*TASK BRIEF*
Scan the data beneath this task and copy each line that includes "while".

*EXERCISE INPUT*
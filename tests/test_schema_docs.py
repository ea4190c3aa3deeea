"""The build file's JSON Schema documents every field: an editor's hover help or a generated form
shows what the field is, where to find it and its unit; every quantity and free value carries an
example of its own (a switch rise time reads "40 ns", not a generic duration); every enumeration
lists its values and its field says what each means. A build file whose first line is a
``#:schema`` comment for the editor still reviews."""

from __future__ import annotations

import re
import typing
from collections import defaultdict
from collections.abc import Iterator
from pathlib import Path
from typing import Annotated, Any

import pytest
from pydantic import BaseModel, ConfigDict, TypeAdapter

import reviewer.build as build_models
from reviewer import units as u
from reviewer.build import Build, build_json_schema
from reviewer.cli import main
from reviewer.quantity_text import QUANTITY_RE

from .conftest import SAMPLES

SCHEMA = build_json_schema()
QUANTITY_PATTERN = re.sub(r"\(\?P<\w+>", "(", QUANTITY_RE.pattern)
#: The one example per dimension a quantity field shows when it gives none of its own.
DIMENSIONS = [d for d in vars(u).values() if isinstance(d, u.Dimension)]
GENERIC_EXAMPLES = {d.example for d in DIMENSIONS}
#: Quantity fields of different names whose example is the same thing, with the reason.
SAME_THING: dict[frozenset[str], str] = {}


def _resolve(node: dict[str, Any]) -> dict[str, Any]:
    while "$ref" in node:
        ref = node["$ref"]
        assert ref.startswith("#/$defs/"), ref
        node = SCHEMA["$defs"][ref.removeprefix("#/$defs/")]
    return node


def _objects() -> Iterator[tuple[str, dict[str, Any]]]:
    """Every object schema reachable from the root, by the dotted path it is first met at."""
    seen: set[int] = set()
    stack: list[tuple[str, dict[str, Any]]] = [("", SCHEMA)]
    while stack:
        path, node = stack.pop()
        node = _resolve(node)
        if id(node) in seen:
            continue
        seen.add(id(node))
        if "properties" in node:
            yield path, node
            for name, prop in node["properties"].items():
                stack.append((f"{path}{name}.", prop))
        if isinstance(node.get("items"), dict):
            stack.append((path, node["items"]))


PROPERTIES = [
    (f"{path}{name}", prop)
    for path, node in _objects()
    for name, prop in node["properties"].items()
]


def _is_quantity(prop: dict[str, Any]) -> bool:
    return prop.get("type") == "string" and prop.get("pattern") == QUANTITY_PATTERN


def _enum_values(prop: dict[str, Any]) -> list[str] | None:
    target = _resolve(prop)
    return target.get("enum")


def test_the_walk_reaches_every_model() -> None:
    reached = {node.get("title") for _, node in _objects()}
    assert set(SCHEMA["$defs"]) - {"firstride build file"} <= reached | {
        name for name, d in SCHEMA["$defs"].items() if "enum" in d
    }
    assert len(PROPERTIES) > 150


@pytest.mark.parametrize("path,prop", PROPERTIES, ids=[p for p, _ in PROPERTIES])
def test_every_property_has_a_description(path: str, prop: dict[str, Any]) -> None:
    assert prop.get("description", "").strip(), f"{path} has no description"


@pytest.mark.parametrize("path,prop", PROPERTIES, ids=[p for p, _ in PROPERTIES])
def test_every_quantity_and_free_value_has_an_example_of_its_own(
    path: str, prop: dict[str, Any]
) -> None:
    target = _resolve(prop)
    if target.get("type") in ("boolean", "object") or "enum" in target:
        return
    if target.get("type") == "array" and _resolve(target["items"]).get("type") == "object":
        return
    examples = prop.get("examples")
    assert examples, f"{path} has no example"
    if _is_quantity(prop):
        assert not set(examples) <= GENERIC_EXAMPLES, (
            f"{path} shows only its dimension's generic example {examples}: give one of its own"
        )


def test_quantity_fields_of_different_names_do_not_share_an_example() -> None:
    names: dict[tuple[str, ...], set[str]] = defaultdict(set)
    for path, prop in PROPERTIES:
        if _is_quantity(prop) and prop.get("examples"):
            names[tuple(prop["examples"])].add(path.rsplit(".", 1)[-1])
    shared = {
        examples: sorted(fields)
        for examples, fields in names.items()
        if len(fields) > 1 and frozenset(fields) not in SAME_THING
    }
    assert not shared, f"one example list for different fields: {shared}"


def test_every_quantity_description_names_its_unit() -> None:
    """An optional quantity's type adds "a unit like V"; a required one says "in V" itself."""
    symbols = sorted({d.unit for d in DIMENSIONS} | {"%"}, key=len, reverse=True)
    units = "|".join(map(re.escape, symbols))
    for path, prop in PROPERTIES:
        if _is_quantity(prop):
            assert re.search(rf"(a unit like|\bin) ({units})(?![\w/*])", prop["description"]), (
                f"{path}: the description does not say the unit: {prop['description']!r}"
            )


@pytest.mark.parametrize("path,prop", PROPERTIES, ids=[p for p, _ in PROPERTIES])
def test_every_enumeration_lists_its_values_and_says_what_each_means(
    path: str, prop: dict[str, Any]
) -> None:
    values = _enum_values(prop)
    if values is None:
        return
    assert values and all(isinstance(v, str) and v for v in values), path
    title = _resolve(prop).get("title")
    kind = getattr(build_models, title, None) if title else None
    if kind is not None:
        assert values == [member.value for member in kind], path
    description = prop["description"]
    for value in values:
        assert re.search(rf"(?<![\w-]){re.escape(value)}(?![\w-])", description), (
            f"{path}: the description does not say what {value!r} means: {description!r}"
        )


def _models(model: type[BaseModel] = Build) -> Iterator[type[BaseModel]]:
    seen: set[type[BaseModel]] = set()
    stack = [model]
    while stack:
        current = stack.pop()
        if current in seen:
            continue
        seen.add(current)
        yield current
        for field in current.model_fields.values():
            kinds = [field.annotation]
            while kinds:
                kind = kinds.pop()
                if isinstance(kind, type) and issubclass(kind, BaseModel):
                    stack.append(kind)
                kinds.extend(typing.get_args(kind))


FIELDS = [
    (f"{model.__name__}.{name}", field)
    for model in _models()
    for name, field in model.model_fields.items()
    if field.examples
]


@pytest.mark.parametrize("where,field", FIELDS, ids=[w for w, _ in FIELDS])
def test_every_example_is_a_valid_value_of_its_field(where: str, field: Any) -> None:
    kind = Annotated[field.annotation, *field.metadata] if field.metadata else field.annotation
    adapter = TypeAdapter(kind, config=ConfigDict(arbitrary_types_allowed=True))
    for example in field.examples:
        adapter.validate_python(example)


def test_a_build_file_that_names_its_schema_on_the_first_line_still_reviews(
    tmp_path: Path, capsys
) -> None:
    sample = SAMPLES / "quayside-commuter.toml"
    pointed = tmp_path / sample.name
    pointed.write_text(
        "#:schema ./firstride.schema.json\n" + sample.read_text(encoding="utf-8"),
        encoding="utf-8",
    )
    plain_out, pointed_out = tmp_path / "plain.md", tmp_path / "pointed.md"
    assert main(["review", str(sample), "-o", str(plain_out)]) == 0
    assert main(["review", str(pointed), "-o", str(pointed_out)]) == 0
    assert "verdict go" in capsys.readouterr().err

    def body(review: Path) -> list[str]:  # the file's path and fingerprint differ, as they should
        lines = review.read_text(encoding="utf-8").splitlines()
        return [line for line in lines if not line.startswith(("| Build file |", "| Build finger"))]

    assert body(pointed_out) == body(plain_out)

*EXERCISE OUTPUT*
    while "$ref" in node:
    while stack:
    while stack:
            while kinds:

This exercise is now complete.